# ipad



## Greg (Mar 21, 2010)

Thinking about getting an ipad and am looking for some feeback. 
I have an old android table that didn't see much use for my business.

It needs to be wifi+ cellular for sure. Mostly for flying as they are pretty cool for flight navigation.

#1 question is: How are you using them to make running a deck business better?

How are you using them in general?

Which model do you prefer?


----------



## Big Johnson (Jun 2, 2017)

Greg said:


> Thinking about getting an ipad and am looking for some feeback.
> I have an old android table that didn't see much use for my business.
> 
> It needs to be wifi+ cellular for sure. Mostly for flying as they are pretty cool for flight navigation.
> ...



So the gps doesn't work without cellular? Not sure I'd trust that for flight nav..


----------



## tjbnwi (Feb 24, 2009)

Big Johnson said:


> So the gps doesn't work without cellular? Not sure I'd trust that for flight nav..


Most commercial aircraft have wifi you can log onto for navigation at no cost. I do it on my iPhone every flight.
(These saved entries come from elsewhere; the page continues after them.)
/** Invented data at scale, made inside PostgreSQL. Ids are md5-derived, so rows can refer to each other by number. */
async function load(k: Knex): Promise<void> {
  const films = EPISODES * FILMS_PER_EPISODE;
  const step = async (label: string, sql: string) => {
    const t0 = performance.now();
    await k.raw(sql);
    console.log(`  ${label.padEnd(44)} ${((performance.now() - t0) / 1000).toFixed(1)} s`);
  };
  console.log(`loading ${EPISODES.toLocaleString("en-GB")} episodes, ${films.toLocaleString("en-GB")} films and measurements:`);
  await step("teams and users", `
    insert into teams (id, name, hospital)
      select md5('t' || n)::uuid, 'Bench team ' || n, 'Larkmoor General Hospital' from generate_series(1, ${TEAMS}) n;
    insert into users (id, team_id, email, name, role, password_hash)
      select md5('u' || r || n)::uuid, md5('t' || n)::uuid, r || n || '@bench.example', 'Bench ' || r || ' ' || n, r, 'x'
      from generate_series(1, ${TEAMS}) n, unnest(array['registrar', 'consultant', 'nurse', 'admin']) r;`);
  await step("patients", `
    insert into patients (id, team_id, hospital_number, family_name, given_name, date_of_birth, sex, email, email_consent)
      select md5('p' || i)::uuid, md5('t' || (i % ${TEAMS} + 1))::uuid, 'BQ' || i, 'Benchname' || i, 'Given' || (i % 997),
             date '1950-01-01' + (i % 20000), 'unknown', case when i % 3 = 0 then 'p' || i || '@bench.example' end, i % 3 = 0
      from generate_series(1, ${EPISODES}) i;`);
  // 30 % active, the rest resolved or closed; presented over the last 400 days.
  await step("episodes", `
    insert into episodes (id, patient_id, team_id, side, presented_on, aetiology, management, status, primary_method, consultant_id, registrar_id, created_at)
      select md5('e' || i)::uuid, md5('p' || i)::uuid, md5('t' || (i % ${TEAMS} + 1))::uuid,
             case when i % 2 = 0 then 'left' else 'right' end, current_date - (i % 400),
             'primary-spontaneous', case when (i / ${TEAMS}) % 7 = 0 then 'chest-drain' else 'observation' end,
             case when (i / ${TEAMS}) % 10 < 3 then 'active' when (i / ${TEAMS}) % 10 < 8 then 'resolved' else 'closed' end,
             'collins', md5('uconsultant' || (i % ${TEAMS} + 1))::uuid, md5('uregistrar' || (i % ${TEAMS} + 1))::uuid,
             now() - make_interval(days => i % 400)
      from generate_series(1, ${EPISODES}) i;`);
  await step("films", `
    insert into films (id, episode_id, team_id, kind, original_key, display_key, thumb_key, content_type, filename, size_bytes, sha256,
                       taken_at, taken_at_source, projection, position, rows, columns, display_width, display_height, display_scale, uploaded_by, created_at)
      select md5('f' || j)::uuid, md5('e' || e)::uuid, md5('t' || (e % ${TEAMS} + 1))::uuid, 'image',
             'films/' || j || '/original', 'films/' || j || '/display', 'films/' || j || '/thumb', 'image/png', 'film.png', 1000, md5('f' || j),
             (current_date - (e % 400))::timestamptz + make_interval(days => 2 * k, hours => 9), 'upload', 'PA', 'erect',
             3000, 2500, 2500, 3000, 1, md5('uregistrar' || (e % ${TEAMS} + 1))::uuid,
             (current_date - (e % 400))::timestamptz + make_interval(days => 2 * k, hours => 10)
      from (select j, (j - 1) / ${FILMS_PER_EPISODE} + 1 as e, (j - 1) % ${FILMS_PER_EPISODE} as k from generate_series(1, ${films}) j) s;`);
  // Sizes shrinking from about 40 % by 3.5 points a film, with a little scatter.
  await step("measurements", `
    insert into measurements (id, film_id, episode_id, team_id, chain_id, version, reader_id, calipers, plane, calibration_source, results,
                              light_percent, rhea_percent, collins_percent, hilum_cm, apex_cm, aid_cm, created_by, created_at)
      select md5('m' || j)::uuid, md5('f' || j)::uuid, md5('e' || e)::uuid, md5('t' || (e % ${TEAMS} + 1))::uuid, md5('c' || j)::uuid, 1,
             md5('uregistrar' || (e % ${TEAMS} + 1))::uuid, '{}', 'film', 'dicom', '{}',
             greatest(0, 40 - 3.5 * k + (j % 5)), greatest(0, 35 - 3 * k + (j % 4)), greatest(0, 38 - 3.4 * k + (j % 6)),
             greatest(0, 3 - 0.3 * k), greatest(0, 4 - 0.35 * k), greatest(0, 2.5 - 0.25 * k),
             md5('uregistrar' || (e % ${TEAMS} + 1))::uuid,
             (current_date - (e % 400))::timestamptz + make_interval(days => 2 * k, hours => 11)
      from (select j, (j - 1) / ${FILMS_PER_EPISODE} + 1 as e, (j - 1) % ${FILMS_PER_EPISODE} as k from generate_series(1, ${films}) j) s;`);
  await step("flags (one episode in ten)", `
    insert into flags (id, episode_id, team_id, rule, state, figures, reason, raised_at, updated_at)
      select md5('g' || i)::uuid, md5('e' || i)::uuid, md5('t' || (i % ${TEAMS} + 1))::uuid,
             (array['slower-than-expected', 'overdue', 'enlarging', 'large-by-guideline'])[i / ${TEAMS} / 10 % 4 + 1],
             case when (i / ${TEAMS}) % 30 = 0 then 'open' when (i / ${TEAMS}) % 30 = 10 then 'acknowledged' else 'resolved' end,
             '{}', 'Invented bench flag', now() - make_interval(days => i % 60), now()
      from generate_series(1, ${EPISODES}) i where (i / ${TEAMS}) % 10 = 0;`);
  await step("bookings (one episode in two) and messages", `
    insert into bookings (id, episode_id, team_id, kind, source, scheduled_at, due_on, location, state, created_by, created_at, updated_at)
      select md5('b' || i)::uuid, md5('e' || i)::uuid, md5('t' || (i % ${TEAMS} + 1))::uuid, 'repeat-film', 'manual',
             now() + make_interval(days => (i % 40) - 20), current_date + ((i % 40) - 20), 'X-ray department, Larkmoor General Hospital',
             case when (i % 40) >= 20 then 'booked' when i % 3 = 0 then 'attended' when i % 3 = 1 then 'missed' else 'booked' end,
             md5('unurse' || (i % ${TEAMS} + 1))::uuid, now() - make_interval(days => 30), now() - make_interval(days => 30)
      from generate_series(1, ${EPISODES}) i where (i / ${TEAMS}) % 2 = 0;
    insert into messages (id, team_id, episode_id, booking_id, recipient, template, subject, status, dedupe_key, created_at)
      select md5('s' || i)::uuid, md5('t' || (i % ${TEAMS} + 1))::uuid, md5('e' || i)::uuid, md5('b' || i)::uuid, 'p' || i || '@bench.example',
             'booking-confirmation', 'Your repeat chest X-ray', 'sent', 'bench-' || i, now() - make_interval(days => 30)
      from generate_series(1, ${EPISODES}) i where (i / ${TEAMS}) % 4 = 0;`);
  await step("drains, oxygen, procedures (a few)", `
    insert into drains (id, episode_id, team_id, inserted_at, inserted_by, size_fr, site, technique, drainage)
      select md5('d' || i)::uuid, md5('e' || i)::uuid, md5('t' || (i % ${TEAMS} + 1))::uuid, now() - make_interval(days => i % 400), 'Dr Bench', 12, '4th intercostal space', 'seldinger', 'underwater-seal'
      from generate_series(1, ${EPISODES}) i where (i / ${TEAMS}) % 7 = 3;
    insert into oxygen_periods (episode_id, started_at, ended_at) select md5('e' || i)::uuid, now() - make_interval(days => 3), now() - make_interval(days => 1) from generate_series(1, ${EPISODES}) i where (i / ${TEAMS}) % 5 = 1;
    insert into procedures (episode_id, kind, performed_at) select md5('e' || i)::uuid, 'needle-aspiration', now() - make_interval(days => 2) from generate_series(1, ${EPISODES}) i where (i / ${TEAMS}) % 11 = 2;`);
  await step("vacuum analyze", "vacuum analyze");
}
If I recall correctly all flight plans and backup nav are on the pilot's iPad. 

Tom


----------



## Big Johnson (Jun 2, 2017)

tjbnwi said:


> Most commercial aircraft have wifi you can log onto for navigation at no cost. I do it on my iPhone every flight.
> 
> If I recall correctly all flight plans and backup nav are on the pilot's iPad.
> 
> Tom


 I assumed OP meant he was flying the plane.


----------



## Greg (Mar 21, 2010)

With wifi+ cellular the ipad has a built in GPS so you don't rely on cell towers for location signal.

In a small aircraft, with the right app, it is like google maps in the sky. I assume it would be the same on a commercial flight but have tried it.

https://www.foreflight.com/

There a lot of "highways" and air spaces which a pilot needs to be aware of and it pinpoints your location. That is way better than looking at a paper flight map. It will also show traffic with aircraft type, heading and altitude that is sometime is hard to see with the naked eye. Does other cool stuff too...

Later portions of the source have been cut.